### Data in this exercise
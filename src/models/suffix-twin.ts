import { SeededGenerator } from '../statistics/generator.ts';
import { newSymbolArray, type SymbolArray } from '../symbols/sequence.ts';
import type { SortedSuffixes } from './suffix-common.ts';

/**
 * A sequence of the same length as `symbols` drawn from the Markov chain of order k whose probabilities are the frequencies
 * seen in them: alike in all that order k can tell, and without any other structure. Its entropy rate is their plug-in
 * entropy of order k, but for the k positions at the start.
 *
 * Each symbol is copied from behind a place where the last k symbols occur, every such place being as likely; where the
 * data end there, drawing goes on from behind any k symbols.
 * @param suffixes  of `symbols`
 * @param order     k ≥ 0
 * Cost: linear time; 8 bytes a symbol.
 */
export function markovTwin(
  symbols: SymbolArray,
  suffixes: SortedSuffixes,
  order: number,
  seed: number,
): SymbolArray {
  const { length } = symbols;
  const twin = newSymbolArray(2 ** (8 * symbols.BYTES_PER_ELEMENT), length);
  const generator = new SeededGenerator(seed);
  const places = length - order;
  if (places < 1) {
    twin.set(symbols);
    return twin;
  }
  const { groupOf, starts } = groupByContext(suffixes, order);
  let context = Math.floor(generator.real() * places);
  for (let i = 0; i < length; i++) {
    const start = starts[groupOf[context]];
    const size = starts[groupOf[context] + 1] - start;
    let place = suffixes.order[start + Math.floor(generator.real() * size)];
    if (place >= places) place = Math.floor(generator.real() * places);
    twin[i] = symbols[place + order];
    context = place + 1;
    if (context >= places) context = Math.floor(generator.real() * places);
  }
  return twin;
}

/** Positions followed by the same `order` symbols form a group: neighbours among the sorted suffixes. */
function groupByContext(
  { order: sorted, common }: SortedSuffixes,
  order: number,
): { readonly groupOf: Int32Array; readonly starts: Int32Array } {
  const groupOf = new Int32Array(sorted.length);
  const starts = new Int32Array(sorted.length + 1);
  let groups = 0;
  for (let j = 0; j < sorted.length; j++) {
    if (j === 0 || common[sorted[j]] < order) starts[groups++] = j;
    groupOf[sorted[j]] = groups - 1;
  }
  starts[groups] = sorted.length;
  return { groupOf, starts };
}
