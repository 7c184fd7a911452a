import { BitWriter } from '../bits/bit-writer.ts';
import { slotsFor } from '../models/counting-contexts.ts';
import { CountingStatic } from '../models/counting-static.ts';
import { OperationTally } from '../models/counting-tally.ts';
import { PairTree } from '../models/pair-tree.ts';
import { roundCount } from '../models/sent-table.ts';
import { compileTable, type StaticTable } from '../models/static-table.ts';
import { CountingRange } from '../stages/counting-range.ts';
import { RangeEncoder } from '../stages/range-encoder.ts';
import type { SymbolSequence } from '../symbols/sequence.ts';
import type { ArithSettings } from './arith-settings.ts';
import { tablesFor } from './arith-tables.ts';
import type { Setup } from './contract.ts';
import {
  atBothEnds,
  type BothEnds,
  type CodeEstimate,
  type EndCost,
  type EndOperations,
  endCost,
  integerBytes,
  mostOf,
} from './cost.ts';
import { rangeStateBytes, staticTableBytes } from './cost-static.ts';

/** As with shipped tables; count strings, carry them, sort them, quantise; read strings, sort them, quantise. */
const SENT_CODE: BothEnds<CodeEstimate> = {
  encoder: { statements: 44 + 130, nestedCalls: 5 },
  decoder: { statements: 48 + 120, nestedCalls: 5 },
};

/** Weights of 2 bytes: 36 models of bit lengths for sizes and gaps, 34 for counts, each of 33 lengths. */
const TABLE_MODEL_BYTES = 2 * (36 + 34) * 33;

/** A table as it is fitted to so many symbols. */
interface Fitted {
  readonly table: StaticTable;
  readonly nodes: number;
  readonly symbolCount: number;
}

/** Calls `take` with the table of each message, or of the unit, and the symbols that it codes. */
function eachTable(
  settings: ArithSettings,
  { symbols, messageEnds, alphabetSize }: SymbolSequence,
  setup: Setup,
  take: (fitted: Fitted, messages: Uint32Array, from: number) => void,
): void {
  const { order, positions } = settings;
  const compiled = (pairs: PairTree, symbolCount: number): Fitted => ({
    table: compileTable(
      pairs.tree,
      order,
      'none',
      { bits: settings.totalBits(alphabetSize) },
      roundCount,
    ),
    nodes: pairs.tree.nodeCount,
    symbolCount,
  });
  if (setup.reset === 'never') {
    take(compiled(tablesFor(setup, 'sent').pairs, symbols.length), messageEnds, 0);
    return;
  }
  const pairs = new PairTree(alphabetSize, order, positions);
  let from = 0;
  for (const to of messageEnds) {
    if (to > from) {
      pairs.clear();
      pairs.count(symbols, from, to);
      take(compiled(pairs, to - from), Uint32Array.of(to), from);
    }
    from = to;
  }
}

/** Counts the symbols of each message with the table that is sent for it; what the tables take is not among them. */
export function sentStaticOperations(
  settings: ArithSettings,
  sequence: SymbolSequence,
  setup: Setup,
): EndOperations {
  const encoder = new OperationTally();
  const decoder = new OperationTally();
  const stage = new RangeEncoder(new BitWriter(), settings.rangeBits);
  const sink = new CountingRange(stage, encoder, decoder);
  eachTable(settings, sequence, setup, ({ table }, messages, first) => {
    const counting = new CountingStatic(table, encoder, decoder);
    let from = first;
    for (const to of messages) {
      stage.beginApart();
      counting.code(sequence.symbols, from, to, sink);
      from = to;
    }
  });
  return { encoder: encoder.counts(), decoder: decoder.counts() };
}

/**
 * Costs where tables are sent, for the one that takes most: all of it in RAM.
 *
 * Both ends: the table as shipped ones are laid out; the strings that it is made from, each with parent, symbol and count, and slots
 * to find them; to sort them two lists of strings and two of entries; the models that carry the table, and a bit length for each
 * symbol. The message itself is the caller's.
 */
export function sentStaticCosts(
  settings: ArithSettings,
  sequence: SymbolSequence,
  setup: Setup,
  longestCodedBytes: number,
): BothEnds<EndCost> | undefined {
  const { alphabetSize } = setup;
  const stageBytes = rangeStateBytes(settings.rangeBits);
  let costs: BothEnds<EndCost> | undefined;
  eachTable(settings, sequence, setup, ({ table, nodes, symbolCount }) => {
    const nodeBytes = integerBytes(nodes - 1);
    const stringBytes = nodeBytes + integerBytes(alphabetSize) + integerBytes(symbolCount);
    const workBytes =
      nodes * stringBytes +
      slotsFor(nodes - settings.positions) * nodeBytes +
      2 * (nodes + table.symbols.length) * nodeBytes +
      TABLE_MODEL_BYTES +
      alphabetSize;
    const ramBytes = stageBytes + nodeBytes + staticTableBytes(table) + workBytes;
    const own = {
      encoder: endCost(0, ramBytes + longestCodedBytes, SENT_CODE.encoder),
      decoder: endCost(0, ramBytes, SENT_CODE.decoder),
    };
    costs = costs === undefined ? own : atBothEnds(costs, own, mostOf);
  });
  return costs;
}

### Action item
Please copy the lines above from the line with "const nodeBytes = integerBytes(nodes" up to and including the line with "encoder: endCost(0, ramBytes", exactly as written and with nothing else.

### Exercise solution
    const nodeBytes = integerBytes(nodes - 1);
    const stringBytes = nodeBytes + integerBytes(alphabetSize) + integerBytes(symbolCount);
    const workBytes =
      nodes * stringBytes +
      slotsFor(nodes - settings.positions) * nodeBytes +
      2 * (nodes + table.symbols.length) * nodeBytes +
      TABLE_MODEL_BYTES +
      alphabetSize;
    const ramBytes = stageBytes + nodeBytes + staticTableBytes(table) + workBytes;
    const own = {
      encoder: endCost(0, ramBytes + longestCodedBytes, SENT_CODE.encoder),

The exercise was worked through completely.